Conjugal controlled crying
My husband and I had a discussion last night about a few important decisions we have to make. At one point I suggested something, he disagreed and in frustration, I promptly burst into tears. He responded with,
“Darling, you can’t cry every time I disagree with you.”
To which I tearfully replied, “Of course I can, where have you been for the last 10 years?”
In times of marital conflict, I can be uncontrollably emotional. This is a hereditary affliction that has plagued my grandmother, my mother and probably my oldest son, Secundo (he is showing early signs of being a weeper). Its symptoms include a rapid reddening of the nose, difficulty in swallowing and then speaking, quickly followed by tears, a loss of coherence and then dignity (in that order).

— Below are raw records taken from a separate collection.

impl QuadraticWall<'_> {
    /// Fit the probe readings and evaluate fluxes, balance and uncertainties.
    ///
    /// Degree 2 with three or more distinct depths (closer than
    /// [`DEPTH_TOLERANCE_M`] counts as one), 1 with two; should the
    /// quadratic be singular in its weights (the third depth's σ so large it
    /// carries no information) the line is used. Faces: `T(0)`, `T(L)` from
    /// the fit; fluxes `q(0) = −k(T(0)) T'(0)`, `q(L) = −k(T(L)) T'(L)` at
    /// degree 2, one Kirchhoff flux at degree 1 (module docs).
    ///
    /// Errors: [`FitError::BadThickness`]; [`FitError::NonFinite`] for a NaN
    /// or infinite depth or reading; [`FitError::DepthOutsideWall`] for a
    /// depth outside `[0, L]` (beyond [`DEPTH_TOLERANCE_M`]);
    /// [`FitError::BadWeight`] for a bad σ; [`FitError::TooFewPoints`] below
    /// two samples; [`FitError::TooFewDepths`] when all sit at one depth.
    pub fn solve(&self, samples: &[ProbeSample]) -> Result<WallSolution, FitError> {
        let l = self.thickness_m;
        if !(l.is_finite() && l > 0.0) {
            return Err(FitError::BadThickness { thickness_m: l });
        }
        let mut shallowest_m = f64::INFINITY;
        let mut deepest_m = f64::NEG_INFINITY;
        for s in samples {
            if !s.depth_m.is_finite() || !s.temp_c.is_finite() {
                return Err(FitError::NonFinite);
            }
            if s.depth_m < -DEPTH_TOLERANCE_M || s.depth_m > l + DEPTH_TOLERANCE_M {
                return Err(FitError::DepthOutsideWall {
                    depth_m: s.depth_m,
                    thickness_m: l,
                });
            }
            shallowest_m = shallowest_m.min(s.depth_m);
            deepest_m = deepest_m.max(s.depth_m);
        }
        if samples.len() < 2 {
            return Err(FitError::TooFewPoints {
                have: samples.len(),
                need: 2,
            });
        }
        let distinct = distinct_depths_up_to_3(samples);
        if distinct < 2 {
            return Err(FitError::TooFewDepths {
                have: distinct,
                need: 2,
            });
        }

        // Fit in the Kirchhoff potential Θ(T) = ∫_{0 °C}^{T} k dT: for a
        // homogeneous slab with k(T) and a uniform source, k T' = Θ', so
        // Θ'' = −q‴ and Θ is exactly a quadratic in x (a line without a
        // source). σ_Θ = k(T) σ_T to first order.
        let k = &self.material.conductivity_w_mk;
        let theta = |t: f64| k.integral(THETA_REF_C, t);
        let points = samples
            .iter()
            .map(|s| (s.depth_m, theta(s.temp_c), k.at(s.temp_c) * s.sigma_c));
        let fit = if distinct >= 3 {
            match fit_points(points.clone(), 2) {
                Err(FitError::Singular) => fit_points(points, 1)?,
                other => other?,
            }
        } else {
            fit_points(points, 1)?
        };

        let to_t = |th: f64| temperature_of(k, th).ok_or(FitError::NonFinite);
        let hot_face_c = to_t(fit.value(0.0))?;
        let shell_c = to_t(fit.value(l))?;
        // Fourier's law, q = −k dT/dx = −dΘ/dx: the slope of the fit is the
        // flux itself, with no conductivity to pick at the faces.
        let q0 = -fit.slope(0.0);
        let ql = -fit.slope(l);
        let sd_q0 = fit.slope_variance(0.0).max(0.0).sqrt();
        let sd_ql = fit.slope_variance(l).max(0.0).sqrt();
        let (source, sd_source) = if fit.degree >= 2 {
            // Var(q(L) − q(0)): the two slopes share coefficients.
            let var_diff = fit.slope_variance(l) + fit.slope_variance(0.0)
                - 2.0 * fit.slope_covariance(0.0, l);
            ((ql - q0) / l, var_diff.max(0.0).sqrt() / l)
        } else {
            (0.0, 0.0)
        };
        let mut sq = 0.0;
        for s in samples {
            let r = s.temp_c - to_t(fit.value(s.depth_m))?;
            sq += r * r;
        }
        let fit_rms_c = (sq / samples.len() as f64).sqrt();

        let solution = WallSolution {
            degree: fit.degree,
            hot_face_c,
            shell_c,
            flux_hot_face_w_m2: q0,
            flux_shell_w_m2: ql,
            source_w_m3: source,
            fit_rms_c,
            fit,
            sigma_hot_face_c: fit.value_variance(0.0).max(0.0).sqrt() / k.at(hot_face_c),
            sigma_shell_c: fit.value_variance(l).max(0.0).sqrt() / k.at(shell_c),
            sigma_flux_hot_face_w_m2: sd_q0,
            sigma_flux_shell_w_m2: sd_ql,
            sigma_source_w_m3: sd_source,
        };
        let finite = [
            solution.hot_face_c,
            solution.shell_c,
            solution.flux_hot_face_w_m2,
            solution.flux_shell_w_m2,
            solution.source_w_m3,
            solution.sigma_hot_face_c,
            solution.sigma_shell_c,
            solution.sigma_flux_hot_face_w_m2,
            solution.sigma_flux_shell_w_m2,
            solution.sigma_source_w_m3,
        ]
        .iter()
        .all(|v| v.is_finite());
        if finite {
            Ok(solution)
        } else {
            Err(FitError::NonFinite)
        }
    }

    /// The heat-equation rate at `depth_m`, °C/s: from
    /// `ρ c_p ∂T/∂t = ∂/∂x (k ∂T/∂x)` (1-D conduction without source,
    /// Incropera ch. 2, the heat diffusion equation) and `k ∂T/∂x = ∂Θ/∂x`,
    ///
    /// `∂T/∂t = Θ'' / (ρ c_p)`,
    ///
    /// with `ρ c_p` at the local fitted temperature. On a steady wall with
    /// `k(T)` the temperature profile bends while Θ stays straight, so the
    /// rate is zero, as it must be; `α T''` would report a false cooling.
    /// Its value is the same everywhere (Θ is a quadratic): the wall's
    /// equivalent source read as a heating rate, `−source_w_m3 / (ρ c_p)`.
    ///
    /// `None` at degree 1 (a straight line carries no curvature, so the model
    /// cannot tell a transient) or if the result is not finite (e.g. a
    /// material with zero density).
    pub fn model_rate_c_per_s(&self, sol: &WallSolution, depth_m: f64) -> Option<f64> {
        if sol.fit.degree < 2 {
            return None;
        }
        let t_c = self.fitted_c(sol, depth_m)?;
        let rate = sol.fit.curvature() / self.material.heat_capacity_j_m3k(t_c);
        rate.is_finite().then_some(rate)
    }

    /// Fitted temperature at `depth_m` below the hot face, °C (the fitted
    /// potential turned back into a temperature); None if out of reach.
    pub fn fitted_c(&self, sol: &WallSolution, depth_m: f64) -> Option<f64> {
        temperature_of(&self.material.conductivity_w_mk, sol.fit.value(depth_m))
    }

    /// Standard uncertainty of [`Self::fitted_c`], °C: σ_Θ / k(T).
    pub fn fitted_sigma_c(&self, sol: &WallSolution, depth_m: f64) -> Option<f64> {
        let t = self.fitted_c(sol, depth_m)?;
        Some(
            sol.fit.value_variance(depth_m).max(0.0).sqrt() / self.material.conductivity_w_mk.at(t),
        )
    }
}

My husband jokes that he has done the conjugal equivalent of controlled crying on me. In the early stages of our marriage, exhausted and confused by my tears and inability to settle myself, he swaddled me tightly (metaphorically speaking, although sometimes I would like to wear a onesie and be wrapped in flannel) and left me in a darkened room. Sitting quietly outside the door, he initially agonised over my enraged crying. Wracked by self-doubt and self-recrimination, he wondered whether Ferber and Ford were in fact sadists. Eventually he became immune to my tears and I learned that I could not get what I wanted by crying. Not even a shush-pat from him.

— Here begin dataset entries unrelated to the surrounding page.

impl WireError {
    /// In words for the log, in the configuration's terms.
    pub fn describe(&self) -> String {
        match self {
            WireError::V4(e) => describe_v4(e),
            WireError::V5(e) => describe_v5(e),
        }
    }

    /// The size of the packet, when this is the client refusing one over
    /// its limit (3.1.1: an MQTT 5 broker does not send one).
    pub fn oversize(&self) -> Option<usize> {
        match self {
            WireError::V4(rumqttc::ConnectionError::MqttState(
                rumqttc::StateError::Deserialization(
                    rumqttc::mqttbytes::Error::PayloadSizeLimitExceeded(n),
                ),
            )) => Some(*n),
            WireError::V5(rumqttc::v5::ConnectionError::MqttState(
                rumqttc::v5::StateError::IncomingPacketTooLarge { pkt_size, .. },
            )) => Some(*pkt_size),
            WireError::V5(rumqttc::v5::ConnectionError::MqttState(
                rumqttc::v5::StateError::Deserialization(
                    rumqttc::v5::mqttbytes::Error::PayloadSizeLimitExceeded { pkt_size, .. },
                ),
            )) => Some(*pkt_size),
            _ => None,
        }
    }
}

fn describe_v4(e: &rumqttc::ConnectionError) -> String {
    use rumqttc::ConnectReturnCode as C;
    match e {
        rumqttc::ConnectionError::ConnectionRefused(code) => refused(match code {
            C::BadUserNamePassword => Refusal::Account,
            C::NotAuthorized => Refusal::NotAuthorised,
            C::BadClientId => Refusal::ClientId,
            C::RefusedProtocolVersion => Refusal::Protocol,
            C::ServiceUnavailable | C::Success => Refusal::Unavailable,
        }),
        e => super::tls::describe(e).unwrap_or_else(|| e.to_string()),
    }
}

fn describe_v5(e: &rumqttc::v5::ConnectionError) -> String {
    use rumqttc::v5::mqttbytes::v5::ConnectReturnCode as C;
    match e {
        rumqttc::v5::ConnectionError::ConnectionRefused(code) => refused(match code {
            C::BadUserNamePassword | C::BadAuthenticationMethod => Refusal::Account,
            C::NotAuthorized | C::Banned => Refusal::NotAuthorised,
            C::BadClientId | C::ClientIdentifierNotValid => Refusal::ClientId,
            C::RefusedProtocolVersion | C::UnsupportedProtocolVersion => Refusal::Protocol,
            _ => Refusal::Unavailable,
        }),
        e => super::tls::describe_v5(e).unwrap_or_else(|| e.to_string()),
    }
}

enum Refusal {
    Account,
    NotAuthorised,
    ClientId,
    Protocol,
    Unavailable,
}

fn refused(r: Refusal) -> String {
    match r {
        Refusal::Account => "the broker refused the connection: bad user name or password (mqtt.username and its password)",
        Refusal::NotAuthorised => "the broker refused the connection: not authorised (the broker's account and access control)",
        Refusal::ClientId => "the broker refused the connection: client id not accepted (mqtt.client_id)",
        Refusal::Protocol => "the broker refused the connection: it does not speak this MQTT version (mqtt.protocol)",
        Refusal::Unavailable => "the broker refused the connection: service unavailable",
    }
    .into()
}

/// The event loop of either version.
pub enum Wire {
    V4(Box<rumqttc::EventLoop>),
    V5(Box<rumqttc::v5::EventLoop>),
}

/// What [`Wire::new`] needs beyond the settings.
pub struct Connect<'a> {
    pub cfg: &'a MqttSettings,
    pub password: Option<String>,
    pub tls: Option<std::sync::Arc<rustls::ClientConfig>>,
    pub will_topic: &'a str,
    pub will_payload: Vec<u8>,
    /// The largest packet taken from the broker, and sent to it.
    pub max_incoming: usize,
    pub max_outgoing: usize,
    pub request_capacity: usize,
}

However, the self-settling training has not actually controlled the crying. I still need an outlet for all that emotion and whilst my husband is required to bear the brunt of it under contract and statute, my girlfriends are governed by that great time-honoured pact between women that allows and enables us to tell each other anything and everything about our relationships.
Since returning to Australia I have been reminded of this. Catching up with old friends, our conversations are seamlessly picked up at the same place they were left, unaffected and uninterrupted by the continents and years that have passed between us.
There is a common theme to these conversations – we spend a lot of our time talking about our partners: what they should have done but didn’t; what they said they would do but didn’t; what they should have known they were supposed to do but didn’t…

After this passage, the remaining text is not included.